■ Problem description ■
Would you repeat all the lines below, exactly as they stand?

■ Task data ■
import type { SpectrumWarning } from './types';

/** One point where G' = G''. */
export interface Crossover {
  /** Reduced angular frequency, rad/s. */
  omegaRadPerS: number;
  /** G' = G'' there, Pa. */
  modulusPa: number;
  /** 'storage-rises': G'' > G' below, G' > G'' above (the usual terminal-to-plateau crossover). */
  direction: 'storage-rises' | 'loss-rises';
}

/**
 * Every crossover G'(ω) = G''(ω) in the data, by linear interpolation of log G' − log G'' and of
 * log G' against log ω between neighbouring points (common practice). None, one or several may
 * exist. Points with non-positive or missing moduli are skipped with a warning.
 */
export function findCrossovers(
  omegaRadPerS: ArrayLike<number>,
  storagePa: ArrayLike<number>,
  lossPa: ArrayLike<number>,
): { crossovers: Crossover[]; warnings: SpectrumWarning[] } {
  const n = omegaRadPerS.length;
  if (storagePa.length !== n || lossPa.length !== n) {
    throw new RangeError(
      `omegaRadPerS (${n}), storagePa (${storagePa.length}) and lossPa (${lossPa.length}) must have the same length`,
    );
  }
  const warnings: SpectrumWarning[] = [];
  const pts: { lw: number; ls: number; d: number }[] = [];
  for (let i = 0; i < n; i++) {
    const w = omegaRadPerS[i];
    const s = storagePa[i];
    const l = lossPa[i];
    if (w > 0 && s > 0 && l > 0 && Number.isFinite(w + s + l)) {
      pts.push({ lw: Math.log10(w), ls: Math.log10(s), d: Math.log10(s) - Math.log10(l) });
    } else
      warnings.push({
        pointIndex: i,
        message: `Point ${i + 1}: frequency or moduli not positive; skipped for the crossover.`,
      });
  }
  pts.sort((a, b) => a.lw - b.lw);
  const crossovers: Crossover[] = [];
  for (let i = 0; i + 1 < pts.length; i++) {
    const a = pts[i];
    const b = pts[i + 1];
    if (a.lw === b.lw) continue;
    if (a.d === 0 && i > 0) continue; // counted as the end of the previous segment
    if ((a.d < 0 && b.d >= 0) || (a.d > 0 && b.d <= 0) || (a.d === 0 && i === 0)) {
      const f = a.d === b.d ? 0 : a.d / (a.d - b.d);
      crossovers.push({
        omegaRadPerS: 10 ** (a.lw + f * (b.lw - a.lw)),
        modulusPa: 10 ** (a.ls + f * (b.ls - a.ls)),
        direction: b.d > a.d ? 'storage-rises' : 'loss-rises',
      });
    }
  }
  return { crossovers, warnings };
}

/**
 * Keeps the crossovers the measured data confirm: inside the window by at least `marginDecades`,
 * and with the binned data's log G′ − log G″ of the right sign on both sides (at least two bins
 * within `reachDecades` on each side). A series crossing at the window edge, where no data lie
 * beyond, is dropped: the data cannot show it.
 */
export function confirmedCrossovers(
  crossovers: readonly Crossover[],
  bins: {
    log10x: ArrayLike<number>;
    storage: { log10y: ArrayLike<number>; count: ArrayLike<number> };
    loss: { log10y: ArrayLike<number>; count: ArrayLike<number> };
  },
  reachDecades = 0.3,
): Crossover[] {
  return crossovers.filter((c) => {
    const lc = Math.log10(c.omegaRadPerS);
    let below = 0;
    let nb = 0;
    let above = 0;
    let na = 0;
    for (let j = 0; j < bins.log10x.length; j++) {
      const lx = bins.log10x[j];
      if (!(bins.storage.count[j] > 0 && bins.loss.count[j] > 0)) continue;
      const d = bins.storage.log10y[j] - bins.loss.log10y[j];
      if (lx < lc && lx >= lc - reachDecades) {
        below += d;
        nb++;
      } else if (lx > lc && lx <= lc + reachDecades) {
        above += d;
        na++;
      }
    }
    if (nb < 2 || na < 2) return false;
    const rising = c.direction === 'storage-rises';
    return rising ? below < 0 && above > 0 : below > 0 && above < 0;
  });
}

■ Written answer ■
import type { SpectrumWarning } from './types';

/** One point where G' = G''. */
export interface Crossover {
  /** Reduced angular frequency, rad/s. */
  omegaRadPerS: number;
  /** G' = G'' there, Pa. */
  modulusPa: number;
  /** 'storage-rises': G'' > G' below, G' > G'' above (the usual terminal-to-plateau crossover). */
  direction: 'storage-rises' | 'loss-rises';
}

/**
 * Every crossover G'(ω) = G''(ω) in the data, by linear interpolation of log G' − log G'' and of
 * log G' against log ω between neighbouring points (common practice). None, one or several may
 * exist. Points with non-positive or missing moduli are skipped with a warning.
 */
export function findCrossovers(
  omegaRadPerS: ArrayLike<number>,
  storagePa: ArrayLike<number>,
  lossPa: ArrayLike<number>,
): { crossovers: Crossover[]; warnings: SpectrumWarning[] } {
  const n = omegaRadPerS.length;
  if (storagePa.length !== n || lossPa.length !== n) {
    throw new RangeError(
      `omegaRadPerS (${n}), storagePa (${storagePa.length}) and lossPa (${lossPa.length}) must have the same length`,
    );
  }
  const warnings: SpectrumWarning[] = [];
  const pts: { lw: number; ls: number; d: number }[] = [];
  for (let i = 0; i < n; i++) {
    const w = omegaRadPerS[i];
    const s = storagePa[i];
    const l = lossPa[i];
    if (w > 0 && s > 0 && l > 0 && Number.isFinite(w + s + l)) {
      pts.push({ lw: Math.log10(w), ls: Math.log10(s), d: Math.log10(s) - Math.log10(l) });
    } else
      warnings.push({
        pointIndex: i,
        message: `Point ${i + 1}: frequency or moduli not positive; skipped for the crossover.`,
      });
  }
  pts.sort((a, b) => a.lw - b.lw);
  const crossovers: Crossover[] = [];
  for (let i = 0; i + 1 < pts.length; i++) {
    const a = pts[i];
    const b = pts[i + 1];
    if (a.lw === b.lw) continue;
    if (a.d === 0 && i > 0) continue; // counted as the end of the previous segment
    if ((a.d < 0 && b.d >= 0) || (a.d > 0 && b.d <= 0) || (a.d === 0 && i === 0)) {
      const f = a.d === b.d ? 0 : a.d / (a.d - b.d);
      crossovers.push({
        omegaRadPerS: 10 ** (a.lw + f * (b.lw - a.lw)),
        modulusPa: 10 ** (a.ls + f * (b.ls - a.ls)),
        direction: b.d > a.d ? 'storage-rises' : 'loss-rises',
      });
    }
  }
  return { crossovers, warnings };
}

/**
 * Keeps the crossovers the measured data confirm: inside the window by at least `marginDecades`,
 * and with the binned data's log G′ − log G″ of the right sign on both sides (at least two bins
 * within `reachDecades` on each side). A series crossing at the window edge, where no data lie
 * beyond, is dropped: the data cannot show it.
 */
export function confirmedCrossovers(
  crossovers: readonly Crossover[],
  bins: {
    log10x: ArrayLike<number>;
    storage: { log10y: ArrayLike<number>; count: ArrayLike<number> };
    loss: { log10y: ArrayLike<number>; count: ArrayLike<number> };
  },
  reachDecades = 0.3,
): Crossover[] {
  return crossovers.filter((c) => {
    const lc = Math.log10(c.omegaRadPerS);
    let below = 0;
    let nb = 0;
    let above = 0;
    let na = 0;
    for (let j = 0; j < bins.log10x.length; j++) {
      const lx = bins.log10x[j];
      if (!(bins.storage.count[j] > 0 && bins.loss.count[j] > 0)) continue;
      const d = bins.storage.log10y[j] - bins.loss.log10y[j];
      if (lx < lc && lx >= lc - reachDecades) {
        below += d;
        nb++;
      } else if (lx > lc && lx <= lc + reachDecades) {
        above += d;
        na++;
      }
    }
    if (nb < 2 || na < 2) return false;
    const rising = c.direction === 'storage-rises';
    return rising ? below < 0 && above > 0 : below > 0 && above < 0;
  });
}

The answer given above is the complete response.